§ **GOAL OF THE EXERCISE**
Below are lines of data; restate word for word those running from the line containing "roundUp(view, rig ?? 0));" to the line containing "export const leftOutByHand: NecessaryCondition", inclusive, and no others.

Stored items
+===+
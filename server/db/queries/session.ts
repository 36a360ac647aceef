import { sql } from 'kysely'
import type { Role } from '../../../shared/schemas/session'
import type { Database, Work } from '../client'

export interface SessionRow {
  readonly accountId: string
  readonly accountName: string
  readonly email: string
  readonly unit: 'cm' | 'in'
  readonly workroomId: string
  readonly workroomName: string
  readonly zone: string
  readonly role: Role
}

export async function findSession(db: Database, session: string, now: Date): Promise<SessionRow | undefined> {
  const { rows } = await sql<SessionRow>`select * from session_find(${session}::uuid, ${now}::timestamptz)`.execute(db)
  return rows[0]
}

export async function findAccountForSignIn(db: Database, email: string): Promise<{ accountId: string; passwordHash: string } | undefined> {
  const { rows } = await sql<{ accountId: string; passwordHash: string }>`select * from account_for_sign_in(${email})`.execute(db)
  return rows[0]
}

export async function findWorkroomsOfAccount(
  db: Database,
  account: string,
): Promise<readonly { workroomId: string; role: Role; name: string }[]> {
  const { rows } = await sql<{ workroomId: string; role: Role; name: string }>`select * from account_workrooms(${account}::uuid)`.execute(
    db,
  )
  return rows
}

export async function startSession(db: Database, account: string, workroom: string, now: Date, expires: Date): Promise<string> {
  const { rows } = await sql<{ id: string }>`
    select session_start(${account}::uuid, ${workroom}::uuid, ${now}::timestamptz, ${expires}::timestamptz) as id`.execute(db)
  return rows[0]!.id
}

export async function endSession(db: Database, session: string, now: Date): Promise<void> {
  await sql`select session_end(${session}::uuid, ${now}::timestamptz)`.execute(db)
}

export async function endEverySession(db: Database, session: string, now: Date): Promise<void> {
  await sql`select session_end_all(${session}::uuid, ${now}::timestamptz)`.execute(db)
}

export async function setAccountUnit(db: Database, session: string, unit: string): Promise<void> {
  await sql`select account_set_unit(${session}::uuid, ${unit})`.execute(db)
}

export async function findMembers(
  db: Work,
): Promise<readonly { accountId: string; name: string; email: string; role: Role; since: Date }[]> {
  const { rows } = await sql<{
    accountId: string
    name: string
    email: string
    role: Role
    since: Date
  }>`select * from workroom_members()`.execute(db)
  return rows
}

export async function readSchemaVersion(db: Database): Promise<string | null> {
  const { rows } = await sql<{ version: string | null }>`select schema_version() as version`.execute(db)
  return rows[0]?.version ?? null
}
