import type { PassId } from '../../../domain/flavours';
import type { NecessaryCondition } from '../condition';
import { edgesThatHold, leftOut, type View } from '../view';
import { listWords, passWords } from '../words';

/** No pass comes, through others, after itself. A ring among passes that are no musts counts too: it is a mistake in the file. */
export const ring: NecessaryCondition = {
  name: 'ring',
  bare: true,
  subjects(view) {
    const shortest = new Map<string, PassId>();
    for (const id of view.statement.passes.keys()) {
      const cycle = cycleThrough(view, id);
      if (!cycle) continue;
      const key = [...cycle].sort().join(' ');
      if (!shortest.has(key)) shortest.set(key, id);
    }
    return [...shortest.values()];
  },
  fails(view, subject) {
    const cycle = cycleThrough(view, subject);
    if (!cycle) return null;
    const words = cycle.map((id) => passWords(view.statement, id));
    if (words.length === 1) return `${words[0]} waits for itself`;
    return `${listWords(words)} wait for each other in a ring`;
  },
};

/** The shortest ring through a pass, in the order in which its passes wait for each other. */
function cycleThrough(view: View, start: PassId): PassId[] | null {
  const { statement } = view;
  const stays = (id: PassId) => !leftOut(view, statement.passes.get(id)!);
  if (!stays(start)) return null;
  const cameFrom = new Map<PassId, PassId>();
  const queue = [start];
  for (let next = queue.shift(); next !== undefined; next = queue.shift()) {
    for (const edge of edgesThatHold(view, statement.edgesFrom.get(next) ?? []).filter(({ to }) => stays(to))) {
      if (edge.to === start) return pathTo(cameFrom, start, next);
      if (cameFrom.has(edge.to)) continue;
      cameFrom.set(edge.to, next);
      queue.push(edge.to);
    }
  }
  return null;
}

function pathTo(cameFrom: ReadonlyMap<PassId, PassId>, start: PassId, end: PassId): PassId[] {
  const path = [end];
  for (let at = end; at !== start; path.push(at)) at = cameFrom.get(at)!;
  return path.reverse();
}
+===+
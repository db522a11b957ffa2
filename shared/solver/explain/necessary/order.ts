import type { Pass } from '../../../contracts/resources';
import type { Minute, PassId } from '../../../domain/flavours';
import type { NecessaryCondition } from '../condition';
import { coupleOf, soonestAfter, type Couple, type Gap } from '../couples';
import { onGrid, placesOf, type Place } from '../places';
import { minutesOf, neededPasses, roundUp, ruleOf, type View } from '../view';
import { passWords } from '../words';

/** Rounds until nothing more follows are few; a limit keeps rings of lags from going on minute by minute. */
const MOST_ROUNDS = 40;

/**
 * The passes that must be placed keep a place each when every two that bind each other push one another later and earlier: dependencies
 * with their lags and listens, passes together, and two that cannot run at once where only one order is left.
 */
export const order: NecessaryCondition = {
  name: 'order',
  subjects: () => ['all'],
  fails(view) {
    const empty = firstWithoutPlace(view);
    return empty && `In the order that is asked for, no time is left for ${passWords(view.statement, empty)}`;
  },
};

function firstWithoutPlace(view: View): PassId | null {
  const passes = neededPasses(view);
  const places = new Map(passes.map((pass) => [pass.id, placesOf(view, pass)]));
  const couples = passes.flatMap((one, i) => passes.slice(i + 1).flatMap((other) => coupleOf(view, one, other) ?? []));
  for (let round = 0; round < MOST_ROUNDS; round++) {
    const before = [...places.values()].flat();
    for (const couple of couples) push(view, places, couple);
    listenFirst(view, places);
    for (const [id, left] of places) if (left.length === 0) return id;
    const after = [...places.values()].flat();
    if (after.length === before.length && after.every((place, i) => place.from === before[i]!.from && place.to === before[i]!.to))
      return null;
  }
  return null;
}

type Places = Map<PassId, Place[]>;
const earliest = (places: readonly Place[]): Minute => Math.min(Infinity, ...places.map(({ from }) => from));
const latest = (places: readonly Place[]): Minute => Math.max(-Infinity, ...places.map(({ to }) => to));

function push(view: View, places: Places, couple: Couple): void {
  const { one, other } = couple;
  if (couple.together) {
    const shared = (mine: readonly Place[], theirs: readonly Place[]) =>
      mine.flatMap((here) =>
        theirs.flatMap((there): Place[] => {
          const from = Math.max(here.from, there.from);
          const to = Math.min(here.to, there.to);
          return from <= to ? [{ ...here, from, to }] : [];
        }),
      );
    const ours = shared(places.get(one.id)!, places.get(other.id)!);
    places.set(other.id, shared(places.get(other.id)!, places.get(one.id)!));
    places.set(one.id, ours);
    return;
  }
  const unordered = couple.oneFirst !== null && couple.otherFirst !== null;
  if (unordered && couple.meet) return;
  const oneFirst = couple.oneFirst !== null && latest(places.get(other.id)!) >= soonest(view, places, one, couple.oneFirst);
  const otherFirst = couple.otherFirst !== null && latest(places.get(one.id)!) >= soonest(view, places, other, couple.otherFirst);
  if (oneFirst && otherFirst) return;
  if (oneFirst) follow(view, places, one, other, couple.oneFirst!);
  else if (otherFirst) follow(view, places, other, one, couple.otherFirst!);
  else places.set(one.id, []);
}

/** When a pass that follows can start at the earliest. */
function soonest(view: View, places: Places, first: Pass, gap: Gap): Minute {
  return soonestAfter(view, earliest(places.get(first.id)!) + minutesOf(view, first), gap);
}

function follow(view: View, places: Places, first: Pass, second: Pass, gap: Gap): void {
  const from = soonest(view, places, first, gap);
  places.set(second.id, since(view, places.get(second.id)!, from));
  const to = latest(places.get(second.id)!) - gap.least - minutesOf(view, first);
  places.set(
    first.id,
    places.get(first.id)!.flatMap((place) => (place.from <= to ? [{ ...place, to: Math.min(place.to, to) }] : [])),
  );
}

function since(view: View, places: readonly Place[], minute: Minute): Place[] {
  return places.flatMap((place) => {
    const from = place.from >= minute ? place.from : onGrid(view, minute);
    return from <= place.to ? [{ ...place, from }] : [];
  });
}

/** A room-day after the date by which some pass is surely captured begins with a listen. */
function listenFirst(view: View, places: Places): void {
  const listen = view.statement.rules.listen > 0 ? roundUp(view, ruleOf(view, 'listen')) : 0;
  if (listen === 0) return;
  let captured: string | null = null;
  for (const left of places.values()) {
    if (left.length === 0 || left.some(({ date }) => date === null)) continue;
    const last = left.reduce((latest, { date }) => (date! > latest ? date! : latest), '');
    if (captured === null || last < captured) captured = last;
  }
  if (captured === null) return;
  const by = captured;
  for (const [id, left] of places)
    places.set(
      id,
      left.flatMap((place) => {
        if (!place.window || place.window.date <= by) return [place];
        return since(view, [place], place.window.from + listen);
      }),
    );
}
+===+
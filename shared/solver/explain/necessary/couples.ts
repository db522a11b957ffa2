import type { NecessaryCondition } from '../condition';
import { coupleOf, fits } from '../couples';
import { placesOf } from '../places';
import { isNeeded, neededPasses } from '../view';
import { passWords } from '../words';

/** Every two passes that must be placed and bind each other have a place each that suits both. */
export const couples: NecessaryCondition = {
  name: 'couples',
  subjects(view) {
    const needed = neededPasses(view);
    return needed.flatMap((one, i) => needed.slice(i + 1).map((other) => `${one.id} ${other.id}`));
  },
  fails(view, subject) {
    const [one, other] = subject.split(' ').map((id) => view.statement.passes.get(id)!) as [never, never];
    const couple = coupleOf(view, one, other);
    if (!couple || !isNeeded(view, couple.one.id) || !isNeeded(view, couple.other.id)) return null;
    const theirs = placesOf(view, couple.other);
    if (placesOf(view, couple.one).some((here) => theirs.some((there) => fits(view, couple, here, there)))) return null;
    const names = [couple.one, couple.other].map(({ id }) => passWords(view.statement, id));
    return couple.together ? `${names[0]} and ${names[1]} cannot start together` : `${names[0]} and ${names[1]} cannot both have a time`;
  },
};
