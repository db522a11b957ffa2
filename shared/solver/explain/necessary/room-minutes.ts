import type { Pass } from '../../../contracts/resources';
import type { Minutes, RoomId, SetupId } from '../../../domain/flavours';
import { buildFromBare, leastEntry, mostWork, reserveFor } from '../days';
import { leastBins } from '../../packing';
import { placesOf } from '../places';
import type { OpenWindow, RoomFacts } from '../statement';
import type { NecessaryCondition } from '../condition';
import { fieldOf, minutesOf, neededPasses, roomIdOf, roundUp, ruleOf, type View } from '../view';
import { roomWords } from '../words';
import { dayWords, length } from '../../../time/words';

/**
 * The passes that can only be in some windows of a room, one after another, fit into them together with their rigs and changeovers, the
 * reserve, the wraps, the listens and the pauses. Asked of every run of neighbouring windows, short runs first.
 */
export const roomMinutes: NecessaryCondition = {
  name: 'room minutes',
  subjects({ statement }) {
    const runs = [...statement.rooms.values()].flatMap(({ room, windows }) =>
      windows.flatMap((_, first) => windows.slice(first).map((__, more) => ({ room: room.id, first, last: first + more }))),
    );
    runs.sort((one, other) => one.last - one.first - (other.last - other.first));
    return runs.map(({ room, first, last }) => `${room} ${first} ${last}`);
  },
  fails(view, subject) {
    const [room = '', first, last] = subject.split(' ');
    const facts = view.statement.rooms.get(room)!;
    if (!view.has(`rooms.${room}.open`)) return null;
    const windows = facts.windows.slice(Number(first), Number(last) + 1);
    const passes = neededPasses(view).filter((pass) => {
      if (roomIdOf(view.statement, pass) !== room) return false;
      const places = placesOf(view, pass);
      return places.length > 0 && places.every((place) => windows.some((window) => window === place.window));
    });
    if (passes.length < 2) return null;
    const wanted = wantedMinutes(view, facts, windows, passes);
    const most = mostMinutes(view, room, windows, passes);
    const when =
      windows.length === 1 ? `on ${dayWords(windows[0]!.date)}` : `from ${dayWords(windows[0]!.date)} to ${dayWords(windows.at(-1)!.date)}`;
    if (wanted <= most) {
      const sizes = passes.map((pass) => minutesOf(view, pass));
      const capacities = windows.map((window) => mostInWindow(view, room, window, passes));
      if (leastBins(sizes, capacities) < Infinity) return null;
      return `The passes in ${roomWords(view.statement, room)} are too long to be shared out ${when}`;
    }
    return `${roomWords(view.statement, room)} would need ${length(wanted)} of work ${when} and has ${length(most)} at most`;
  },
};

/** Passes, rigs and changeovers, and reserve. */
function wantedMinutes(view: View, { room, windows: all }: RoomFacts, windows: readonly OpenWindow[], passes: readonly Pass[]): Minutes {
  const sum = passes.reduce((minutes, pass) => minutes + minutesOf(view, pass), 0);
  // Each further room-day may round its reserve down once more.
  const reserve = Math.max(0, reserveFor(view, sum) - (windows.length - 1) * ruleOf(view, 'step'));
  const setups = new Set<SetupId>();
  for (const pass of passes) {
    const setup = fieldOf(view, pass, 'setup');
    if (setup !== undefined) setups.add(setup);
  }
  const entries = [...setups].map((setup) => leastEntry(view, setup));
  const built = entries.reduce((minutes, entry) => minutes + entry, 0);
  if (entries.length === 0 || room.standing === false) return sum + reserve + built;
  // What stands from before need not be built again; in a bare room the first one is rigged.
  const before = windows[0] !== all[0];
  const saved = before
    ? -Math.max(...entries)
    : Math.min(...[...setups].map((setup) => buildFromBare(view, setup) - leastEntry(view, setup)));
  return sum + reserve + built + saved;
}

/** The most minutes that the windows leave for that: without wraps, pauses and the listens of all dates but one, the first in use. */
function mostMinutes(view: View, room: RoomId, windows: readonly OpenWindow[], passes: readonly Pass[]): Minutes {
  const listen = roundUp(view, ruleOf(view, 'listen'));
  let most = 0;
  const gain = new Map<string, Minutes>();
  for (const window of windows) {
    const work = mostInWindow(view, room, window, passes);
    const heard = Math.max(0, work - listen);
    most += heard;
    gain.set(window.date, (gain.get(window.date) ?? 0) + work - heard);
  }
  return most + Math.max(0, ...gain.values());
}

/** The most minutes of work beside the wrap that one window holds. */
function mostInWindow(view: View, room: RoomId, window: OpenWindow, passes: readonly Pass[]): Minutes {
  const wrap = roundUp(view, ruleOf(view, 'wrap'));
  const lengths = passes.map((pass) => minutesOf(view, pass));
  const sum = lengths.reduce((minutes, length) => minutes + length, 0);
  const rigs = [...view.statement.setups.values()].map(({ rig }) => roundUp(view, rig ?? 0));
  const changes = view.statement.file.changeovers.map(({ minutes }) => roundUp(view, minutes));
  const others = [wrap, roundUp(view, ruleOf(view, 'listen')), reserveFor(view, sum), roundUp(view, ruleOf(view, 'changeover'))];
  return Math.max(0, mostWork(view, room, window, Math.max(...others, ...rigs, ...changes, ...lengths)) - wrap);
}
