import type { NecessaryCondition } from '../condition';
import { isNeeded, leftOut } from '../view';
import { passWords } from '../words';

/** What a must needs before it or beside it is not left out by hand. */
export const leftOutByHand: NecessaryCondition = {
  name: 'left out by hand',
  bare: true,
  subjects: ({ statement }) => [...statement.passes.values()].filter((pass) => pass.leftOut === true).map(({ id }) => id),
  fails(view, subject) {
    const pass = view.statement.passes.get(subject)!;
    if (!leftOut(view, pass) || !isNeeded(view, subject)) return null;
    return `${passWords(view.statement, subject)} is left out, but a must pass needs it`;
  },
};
+===+
§ **YOUR RESPONSE**
  const rigs = [...view.statement.setups.values()].map(({ rig }) => roundUp(view, rig ?? 0));
  const changes = view.statement.file.changeovers.map(({ minutes }) => roundUp(view, minutes));
  const others = [wrap, roundUp(view, ruleOf(view, 'listen')), reserveFor(view, sum), roundUp(view, ruleOf(view, 'changeover'))];
  return Math.max(0, mostWork(view, room, window, Math.max(...others, ...rigs, ...changes, ...lengths)) - wrap);
}
import type { NecessaryCondition } from '../condition';
import { isNeeded, leftOut } from '../view';
import { passWords } from '../words';

/** What a must needs before it or beside it is not left out by hand. */
export const leftOutByHand: NecessaryCondition = {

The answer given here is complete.